Has anyone tried this version?
Did you enjoy it?
Did you add any other flavours or additives and how did it turn out?
Suggested steep time?

Reactions: Like 2


----------



## Stranger (23/6/22)

Thanks Noob look an interesting one and all I would need would be the peach. I would even try meringue instead of the sweet cream

I find most custards need at least a week or even 7 days to steep.

Reactions: Like 3 | Agree 1 | Funny 1


----------



## Munro31 (23/6/22)

I tried it and absolutely hated it! But tastes vary, mix 30mls, let it steep and try it, usually you can get a idea of what to change after that

Reactions: Like 4


----------



## Puff the Magic Dragon (23/6/22)

Haven't made it yet.

CAP Vanilla Custard is used in about 8X as many recipes as the TPA version. TPA VC is used at an average of 2.8%. Vic uses it at 5%.

These comments are probably irrelevant but you seldom see a four-flavour highly rated recipe that uses only one manufacturer.

I've just checked. I have the ingredients so I will give it a go next time I mix.

I always mix 100ml but given what @Munro31 has said I will only mix 30ml of it.

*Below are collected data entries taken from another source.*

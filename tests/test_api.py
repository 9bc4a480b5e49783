"""The Python API (`import gainboard`): the verbs at top level, results with summaries and the CLI's records."""

from __future__ import annotations

import json

import numpy as np
import pytest
import scipy.signal

import gainboard
from gainboard.app.cli import main

# Reference-cases.md case 1: A = companion of s³ + 6s² + 5s + 1, B = e3; poles -2±4j, -10 → K = [199, 55, 8].
# Ogata, Modern Control Engineering, 5th ed., Example 10-1 (from memory).
A3 = [[0.0, 1.0, 0.0], [0.0, 0.0, 1.0], [-1.0, -5.0, -6.0]]
B3 = [0.0, 0.0, 1.0]
POLES3 = [-2 + 4j, -2 - 4j, -10]
THIRD_ORDER_TOML = """
name = "third-order test plant"
[model]
A = [[0.0, 1.0, 0.0], [0.0, 0.0, 1.0], [-1.0, -5.0, -6.0]]
B = [[0.0], [0.0], [1.0]]
"""


def third_order():
    return gainboard.plant_from_arrays(A3, B3, name="third-order test plant")


def test_plant_from_arrays_reads_a_one_dimensional_b_as_one_input():
    plant = third_order()
    assert plant.B.shape == (3, 1) and plant.input_count == 1
    np.testing.assert_array_equal(plant.B, gainboard.Plant(A=A3, B=[[0.0], [0.0], [1.0]]).B)
    one_output = gainboard.plant_from_arrays(A3, B3, C=[1.0, 0.0, 0.0], D=0.0)
    assert one_output.C.shape == (1, 3) and one_output.D.shape == (1, 1)


def test_plant_from_arrays_refuses_shapes_that_do_not_fit():
    with pytest.raises(gainboard.PlantError):
        gainboard.plant_from_arrays(A3, [0.0, 1.0])


def test_assign_poles_gives_the_textbook_gain_and_scipy_agrees():
    result = gainboard.assign_poles(third_order(), POLES3)
    np.testing.assert_allclose(result.gain, [[199.0, 55.0, 8.0]], rtol=1e-10)  # Ogata Example 10-1 (from memory)
    reference = scipy.signal.place_poles(np.array(A3), np.array(B3).reshape(3, 1), POLES3).gain_matrix
    np.testing.assert_allclose(result.gain, reference, rtol=1e-8)  # scipy as the reference library


def test_result_records_are_exactly_what_the_command_line_prints(tmp_path, capsys):
    path = tmp_path / "third.toml"
    path.write_text(THIRD_ORDER_TOML)
    plant = gainboard.load_plant_file(path)
    assert main(["assign", str(path), "--poles", "-2+4j,-2-4j,-10", "--json"]) == 0
    assert json.loads(capsys.readouterr().out) == json.loads(json.dumps(gainboard.assign_poles(plant, POLES3).to_dict()))
    gain = "[[199, 55, 8]]"
    assert main(["evaluate", str(path), "--gain", gain, "--json"]) == 0
    printed = json.loads(capsys.readouterr().out)
    options = gainboard.EvaluationOptions(selected_entry=None, include_all_entry_intervals=False)
    assert printed == json.loads(json.dumps(gainboard.evaluate_design(plant, [[199, 55, 8]], options).to_dict()))
    assert main(["sweep", str(path), "--gain", gain, "--entry", "1,2", "--json"]) == 0
    printed = json.loads(capsys.readouterr().out)
    record = gainboard.entry_stable_intervals(plant, [[199, 55, 8]], 0, 1).to_dict()
    assert {k: v for k, v in printed.items() if k != "locus"} == json.loads(json.dumps(record))


def test_results_summarise_on_one_screen_and_as_an_html_table():
    plant = gainboard.load_bundled_plant("flexure_stage_xy")
    poles = -np.arange(1.0, plant.state_count + 1)
    assignment = gainboard.assign_poles(plant, poles)
    evaluation = gainboard.evaluate_design(plant, assignment.gain)
    intervals = gainboard.entry_stable_intervals(plant, assignment.gain, 0, 0)
    for result in (assignment, evaluation, intervals):
        text = repr(result)
        assert len(text.splitlines()) <= 30 and plant.name in text
        assert "A=" not in text and "array(" not in text  # a summary, not the dataclass dump
        assert result._repr_html_().startswith("<table>")
    assert "stable" in repr(evaluation)
    np.testing.assert_array_equal(assignment.gain, assignment.result.gain)  # attributes fall through


def test_interval_ends_within_round_off_of_zero_are_exactly_zero():
    # Double integrator with K = [k1, 1]: s² + s + k1 is stable iff k1 > 0 (Routh–Hurwitz, second order:
    # all coefficients positive). The core's end is ~1e-16 from round-off; the API reports exactly 0.
    plant = gainboard.plant_from_arrays([[0.0, 1.0], [0.0, 0.0]], [0.0, 1.0])
    intervals = gainboard.entry_stable_intervals(plant, [[2.0, 1.0]], 0, 0)
    assert intervals.stable_intervals == ((0.0, np.inf),)
    assert intervals.to_dict()["stable_intervals"] == [[0.0, None]]
    assert intervals.contains(1e-3) and not intervals.contains(-1e-3)
    # A genuine small end is kept: with A[1,0] = 1e-6 the polynomial is s² + s + (k1 − 1e-6), stable iff k1 > 1e-6.
    shifted = gainboard.plant_from_arrays([[0.0, 1.0], [1e-6, 0.0]], [0.0, 1.0])
    (low, _), = gainboard.entry_stable_intervals(shifted, [[2.0, 1.0]], 0, 0).stable_intervals
    assert low == pytest.approx(1e-6, rel=1e-6)


@pytest.mark.parametrize("fmt, marker", [("c", "static const double"), ("python", "def feedback"),
                                         ("csv", "input"), ("json", '"K"')])
def test_export_gain_writes_every_format_from_the_api(fmt, marker):
    text = gainboard.export_gain(third_order(), [[199.0, 55.0, 8.0]], fmt)
    assert marker in text and "199" in text


def test_the_verbs_with_indices_say_they_are_zero_based():
    for verb in (gainboard.entry_stable_intervals, gainboard.evaluate_design, gainboard.EntryIntervals):
        assert "0-based" in verb.__doc__, verb
    assert "0-based" in gainboard.__doc__


def test_every_public_name_resolves_and_unknown_names_fail():
    for name in gainboard.__all__:
        assert getattr(gainboard, name) is not None
    with pytest.raises(AttributeError):
        gainboard.no_such_verb  # noqa: B018


def test_the_notebook_workbench_exposes_gain_design_and_poles():
    bench = gainboard.workbench("cart_pendulum")
    gain = [[-1.0, -2.0, -60.0, -8.0]]
    bench.gain = gain
    np.testing.assert_array_equal(bench.gain, gain)
    np.testing.assert_allclose(np.sort_complex(bench.poles),
                               np.sort_complex(np.linalg.eigvals(bench.state.plant.A - bench.state.plant.B @ gain)),
                               rtol=1e-9)  # numpy's eigvals as the reference
    assert bench.design().gain.tolist() == gain
    assert bench.__panel__() is not None


@pytest.mark.parametrize("module_name", ["gainboard._arrays", "gainboard._verbs", "gainboard._results"])
def test_docstring_examples_of_the_api_run(module_name):
    import doctest
    import importlib

    result = doctest.testmod(importlib.import_module(module_name), optionflags=doctest.NORMALIZE_WHITESPACE)
    assert result.failed == 0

I know that Vic has used it for years and loves it.

Reactions: Like 4


----------



## NOOB (23/6/22)

Stranger said:


> Thanks Noob look an interesting one and all I would need would be the peach. I would even try meringue instead of the sweet cream
> 
> I find most custards need at least a week or even 7 days to steep.


Thanks for the suggestion @Stranger, I suspected that it would need about 7 days.


----------



## NOOB (23/6/22)

Munro31 said:


> I tried it and absolutely hated it! But tastes vary, mix 30mls, let it steep and try it, usually you can get a idea of what to change after that


Chances are that I might not like it either. I usually enjoy a fruit vape but thought I might give this one a try. Mixing 30mls for a taste test is a very good idea, thanks.

Reactions: Like 1


----------



## NOOB (23/6/22)

Puff the Magic Dragon said:


> Haven't made it yet.
> 
> CAP Vanilla Custard is used in about 8X as many recipes as the TPA version. TPA VC is used at an average of 2.8%. Vic uses it at 5%.
> 
> ...


Thanks @Puff the Magic Dragon. I think I may have the necessary ingredients so will try it out and will post my findings as well.

Reactions: Winner 2


----------



## Munro31 (23/6/22)

Puff the Magic Dragon said:


> Haven't made it yet.
> 
> CAP Vanilla Custard is used in about 8X as many recipes as the TPA version. TPA VC is used at an average of 2.8%. Vic uses it at 5%.
> 
> ...


That's also what forum members told me when I asked for suggestions on what might be wrong, they suggested I put the custard way down to 1% and max 3% when I tried my next batch, but I hated it so much I stopped doing DIY for a year! Only now starting it again. So @NOOB , try it as is , then if it's not lekker drop that custard way down and increase it on every batch till you hit the spot you like. I would also suggest adding sweetener at about 0.5% , that helps to bring out flavour in a mix

Reactions: Like 1


----------



## Stranger (23/6/22)

The custards that I try (and I have yet to find one that I can vape all day, but many that are good for a session) almost always end up with a lesser content of custard and more of Bavarian cream and Meringue. I also like fruits and find these ingredients highlight the fruits better, especially bland ones like Banana.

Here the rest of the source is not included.